LERO: LLM-driven Evolutionary framework with Hybrid Rewards and Enhanced Observation for Multi-Agent Reinforcement Learning
Yuan Wei, Xiaohan Shan, Jianmin Li
TL;DR
The paper tackles the twin challenges of credit assignment and partial observability in multi-agent reinforcement learning (MARL) by introducing LERO, an LLM-driven evolutionary framework that jointly optimizes two modular components: a hybrid reward function (HRF) and an observation enhancement function (OEF). An outer evolutionary loop uses an LLM as the evolutionary operator, with a selector module ranking candidate HRFs and OEFs across MARL training runs to guide subsequent generations. The approach is algorithm-agnostic and evaluated on Cooperative Navigation tasks in the Multi-Agent Particle Environment (MPE) across MAPPO, VDN, and QMIX, showing superior performance and faster convergence relative to native baselines and ablated variants.

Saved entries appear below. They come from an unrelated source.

"""Payloads <-> values: decode a point's incoming payload, encode opening commands.

Pure: no broker, no clock, no I/O. The MQTT edge hands each message's bytes to
:func:`decode` (or :func:`decode_reading`, which stamps the receipt time) and
holds the resulting :class:`~ventsup.core.inputs.Sample`; a payload that cannot
be read raises :class:`Rejected` and leaves the held value alone.

Decoding, in order
------------------
1. ``too_large``: more than ``point.max_payload`` bytes (checked first, before
   any decoding work).
2. ``not_utf8``: not valid UTF-8.
3. With ``point.json_path``: ``not_json`` if the payload is not JSON;
   ``missing_field`` if the dotted path (``data.temp``, list indices as
   integers: ``data.0.temp``) does not lead to a value; ``wrong_type`` if it
   leads to an object, array or null (or a JSON boolean for a numeric point).
   Without ``json_path`` the whole payload, stripped, is the value.
4. Numeric kinds: a JSON number, or a string holding a decimal number
   (``"21.5"``, ``"-3"``, ``"1e2"``); otherwise ``not_a_number``. NaN and
   infinities (also the strings ``"nan"``, ``"inf"``, ``"infinity"``) are
   ``not_finite``. The number is converted from the point's ``unit`` to SI
   with :func:`~ventsup.config.units.parse_quantity` (``degF`` -> °C, ``mph``
   -> m/s, ``%`` -> fraction for a position; humidity stays in %), then checked
   against ``point.plausible_range`` (inclusive): ``out_of_range``.
5. Binary kind: a true/false word (case-insensitive, surrounding white space
   ignored), the number 0 or 1, the string ``"0"`` or ``"1"``, or a JSON
   ``true``/``false``; anything else is ``unknown_word``. True words are
   checked before false words. A bare payload is always read as a word or
   number (``true`` is true only when it is one of the point's true words).

Exceptions: :class:`Rejected` (a ``ValueError``) with a ``reason`` from
:data:`REASONS` and a human ``detail``. :func:`encode_command` raises
``ValueError`` for a fraction it cannot express.
"""

from __future__ import annotations

import json
import math
import re
from collections.abc import Mapping
from dataclasses import dataclass, field
from types import MappingProxyType
from typing import Literal, get_args

from ventsup.config.model import Point, PointKind
from ventsup.config.units import parse_quantity
from ventsup.core.inputs import Sample

__all__ = [
    "REASONS",
    "CommandFormat",
    "RejectCounts",
    "RejectReason",
    "Rejected",
    "Rejection",
    "decode",
    "decode_reading",
    "encode_command",
]

RejectReason = Literal[
    "too_large",
    "not_utf8",
    "not_json",
    "missing_field",
    "not_a_number",
    "not_finite",
    "out_of_range",
    "unknown_word",
    "wrong_type",
]
#: Every reason a payload can be rejected for, in the order the checks run.
REASONS: tuple[RejectReason, ...] = get_args(RejectReason)

CommandFormat = Literal["fraction", "percent", "words"]

# ASCII digits only: float() would also take "1_000" and other scripts' digits.
_NUMBER = re.compile(r"[-+]?(?:[0-9]+\.?[0-9]*|\.[0-9]+)(?:[eE][-+]?[0-9]+)?")
_INDEX = re.compile(r"[0-9]+")
_NON_FINITE = frozenset(
    sign + word for sign in ("", "+", "-") for word in ("nan", "inf", "infinity")
)
_SHOWN = 60  # characters of a bad payload quoted in a detail


class Rejected(ValueError):
    """A payload that cannot be read as a value of its point.

    ``reason`` is one of :data:`REASONS`; ``detail`` says what was found and
    what was expected, for logs.
    """

    def __init__(self, reason: RejectReason, detail: str) -> None:
        super().__init__(reason, detail)
        self.reason: RejectReason = reason
        self.detail = detail

    def __str__(self) -> str:
        return f"{self.reason}: {self.detail}"


def _show(value: object) -> str:
    text = repr(value)
    return text if len(text) <= _SHOWN else text[: _SHOWN - 3] + "..."


# --------------------------------------------------------------------------- decode


def decode(point: Point, payload: bytes) -> float | bool:
    """Decode one payload of ``point`` into its SI value (a bool for binary points).

    Raises
    ------
    Rejected
        With the first failed check's reason (see the module docstring).
    """
    if len(payload) > point.max_payload:
        raise Rejected(
            "too_large", f"{len(payload)} bytes, expected at most {point.max_payload} bytes"
        )
    try:
        text = payload.decode("utf-8")
    except UnicodeDecodeError as exc:
        raise Rejected("not_utf8", f"invalid UTF-8 at byte {exc.start}") from None
    raw: object = _follow(text, point.json_path) if point.json_path else text.strip()
    if point.kind is PointKind.BINARY:
        return _binary(point, raw)
    return _number(point, raw)


def _follow(text: str, path: str) -> object:
    try:
        value: object = json.loads(text)
    except (ValueError, RecursionError) as exc:
        raise Rejected("not_json", f"not a JSON document ({type(exc).__name__})") from None
    walked: list[str] = []
    for step in path.split("."):
        if isinstance(value, dict):
            if step not in value:
                raise Rejected("missing_field", _missing(path, walked, step, "no such key"))
            value = value[step]
        elif isinstance(value, list):
            if _INDEX.fullmatch(step) is None or int(step) >= len(value):
                why = f"not an index of a list of {len(value)}"
                raise Rejected("missing_field", _missing(path, walked, step, why))
            value = value[int(step)]
        else:
            why = f"{_json_type(value)} has no fields"
            raise Rejected("missing_field", _missing(path, walked, step, why))
        walked.append(step)
    return value


def _missing(path: str, walked: list[str], step: str, why: str) -> str:
    where = ".".join(walked) or "the document"
    return f"json_path {path!r}: {step!r} in {where}: {why}"


def _json_type(value: object) -> str:
    if value is None:
        return "null"
    if isinstance(value, bool):
        return "a boolean"
    if isinstance(value, dict):
        return "an object"
    if isinstance(value, list):
        return "an array"
    if isinstance(value, str):
        return "a string"
    return "a number"


def _number(point: Point, raw: object) -> float:
    if isinstance(raw, bool) or not isinstance(raw, int | float | str):
        raise Rejected("wrong_type", f"got {_json_type(raw)}, expected a number")
    if isinstance(raw, str):
        number = _parse_number(raw)
    else:
        try:
            number = float(raw)
        except OverflowError:  # a JSON integer beyond the float range
            raise Rejected("not_finite", "got an integer too large for a float") from None
    if not math.isfinite(number):
        raise Rejected("not_finite", f"got {number!r}, expected a finite number")
    value = _to_si(point, number)
    low, high = point.plausible_range
    if not low <= value <= high:
        raise Rejected("out_of_range", f"got {value!r} (SI), expected {low!r} to {high!r}")
    return value


def _parse_number(text: str) -> float:
    stripped = text.strip()
    if stripped.lower() in _NON_FINITE:
        raise Rejected("not_finite", f"got {_show(text)}, expected a finite number")
    if _NUMBER.fullmatch(stripped) is None:
        raise Rejected("not_a_number", f"got {_show(text)}, expected a number")
    return float(stripped)


def _to_si(point: Point, number: float) -> float:
    quantity = point.kind.quantity
    # Humidity stays in % (the only unit its points accept); no unit means SI already.
    if point.unit is None or quantity is None:
        return number
    return parse_quantity(f"{number!r} {point.unit}", quantity)


def _binary(point: Point, raw: object) -> bool:
    if isinstance(raw, bool):
        return raw
    if isinstance(raw, int | float):
        try:
            number = float(raw)
        except OverflowError:
            raise Rejected("unknown_word", "got a huge integer, expected 0 or 1") from None
        if not math.isfinite(number):
            raise Rejected("not_finite", f"got {number!r}, expected 0 or 1")
        if number in (0.0, 1.0):
            return number == 1.0
        raise Rejected("unknown_word", f"got {raw!r}, expected 0 or 1")
    if not isinstance(raw, str):
        raise Rejected("wrong_type", f"got {_json_type(raw)}, expected a word, 0 or 1")
    word = raw.strip().casefold()
    if word in (w.strip().casefold() for w in point.true_words):
        return True
    if word in (w.strip().casefold() for w in point.false_words):
        return False
    if word in ("0", "1"):
        return word == "1"
    expected = ", ".join((*point.true_words, *point.false_words, "0", "1"))
    raise Rejected("unknown_word", f"got {_show(raw)}, expected one of {expected}")


@dataclass(frozen=True)
class Rejection:
    """A rejected payload as a value: which point, why, and when it arrived [s]."""

    point: str
    reason: RejectReason
    detail: str
    t: float


def decode_reading(name: str, point: Point, payload: bytes, t: float) -> Sample | Rejection:
    """Decode a payload of point ``name`` received at ``t`` [s]: a Sample, or why not."""
    try:
        return Sample(name, decode(point, payload), t)
    except Rejected as exc:
        return Rejection(name, exc.reason, exc.detail, t)


@dataclass(frozen=True, eq=False)
class RejectCounts:
    """How many payloads were rejected, per (point, reason); immutable, compares by value.

    >>> counts = RejectCounts().add(Rejection("t1", "not_json", "", 0.0))
    >>> counts.count(point="t1"), counts.total
    (1, 1)
    """

    counts: Mapping[tuple[str, RejectReason], int] = field(default_factory=dict)

    def __post_init__(self) -> None:
        object.__setattr__(self, "counts", MappingProxyType(dict(self.counts)))

    def add(self, rejection: Rejection) -> RejectCounts:
        """A new RejectCounts with ``rejection`` counted."""
        key = (rejection.point, rejection.reason)
        return RejectCounts({**self.counts, key: self.counts.get(key, 0) + 1})

    def count(self, point: str | None = None, reason: RejectReason | None = None) -> int:
        """Rejections of ``point`` (any if None) for ``reason`` (any if None)."""
        return sum(
            n
            for (p, r), n in self.counts.items()
            if (point is None or p == point) and (reason is None or r == reason)
        )

    @property
    def total(self) -> int:
        """All rejections counted."""
        return sum(self.counts.values())

    def __eq__(self, other: object) -> bool:
        if not isinstance(other, RejectCounts):
            return NotImplemented
        return dict(self.counts) == dict(other.counts)

    def __hash__(self) -> int:
        return hash(frozenset(self.counts.items()))

    def __repr__(self) -> str:
        return f"RejectCounts({dict(self.counts)!r})"


# --------------------------------------------------------------------------- encode


def encode_command(fraction: float, format: CommandFormat) -> bytes:
    """Encode an opening command [fraction 0-1] as the payload ``format`` asks for.

    - ``"fraction"``: up to three decimals, trailing zeros dropped
      (``0.35`` -> ``b"0.35"``, ``1.0`` -> ``b"1"``).
    - ``"percent"``: whole percent, halves rounded up (``0.35`` -> ``b"35"``).
    - ``"words"``: ``b"open"`` for 1, ``b"closed"`` for 0.

    Raises
    ------
    ValueError
        For a fraction outside 0-1 or not finite, a part-open fraction in
        ``"words"`` format, or an unknown format.
    """
    if isinstance(fraction, bool) or not math.isfinite(fraction) or not 0.0 <= fraction <= 1.0:
        raise ValueError(f"got opening fraction {fraction!r}, expected a number from 0 to 1")
    if format == "fraction":
        text = f"{fraction:.3f}".rstrip("0").rstrip(".")
        return text.encode("ascii")
    if format == "percent":
        return str(math.floor(fraction * 100.0 + 0.5)).encode("ascii")
    if format == "words":
        if fraction == 1.0:
            return b"open"
        if fraction == 0.0:
            return b"closed"
        raise ValueError(
            f"got opening fraction {fraction!r} for a 'words' command, expected 0 (closed) "
            "or 1 (open); use command_format 'fraction' or 'percent' for part-open positions"
        )
    raise ValueError(f"got command format {format!r}, expected 'fraction', 'percent' or 'words'")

The results demonstrate that LLM-informed design and evolutionary refinement can substantially improve coordination and training efficiency in MARL, suggesting a scalable pathway for integrating language-model reasoning into multi-agent learning systems.
Abstract
Multi-agent reinforcement learning (MARL) faces two critical bottlenecks distinct from single-agent RL: credit assignment in cooperative tasks and partial observability of environmental states. We propose LERO, a framework integrating Large language models (LLMs) with evolutionary optimization to address these MARL-specific challenges. The solution centers on two LLM-generated components: a hybrid reward function that dynamically allocates individual credit through reward decomposition, and an observation enhancement function that augments partial observations with inferred environmental context. An evolutionary algorithm optimizes these components through iterative MARL training cycles, where top-performing candidates guide subsequent LLM generations. Evaluations in Multi-Agent Particle Environments (MPE) demonstrate LERO's superiority over baseline methods, with improved task performance and training efficiency.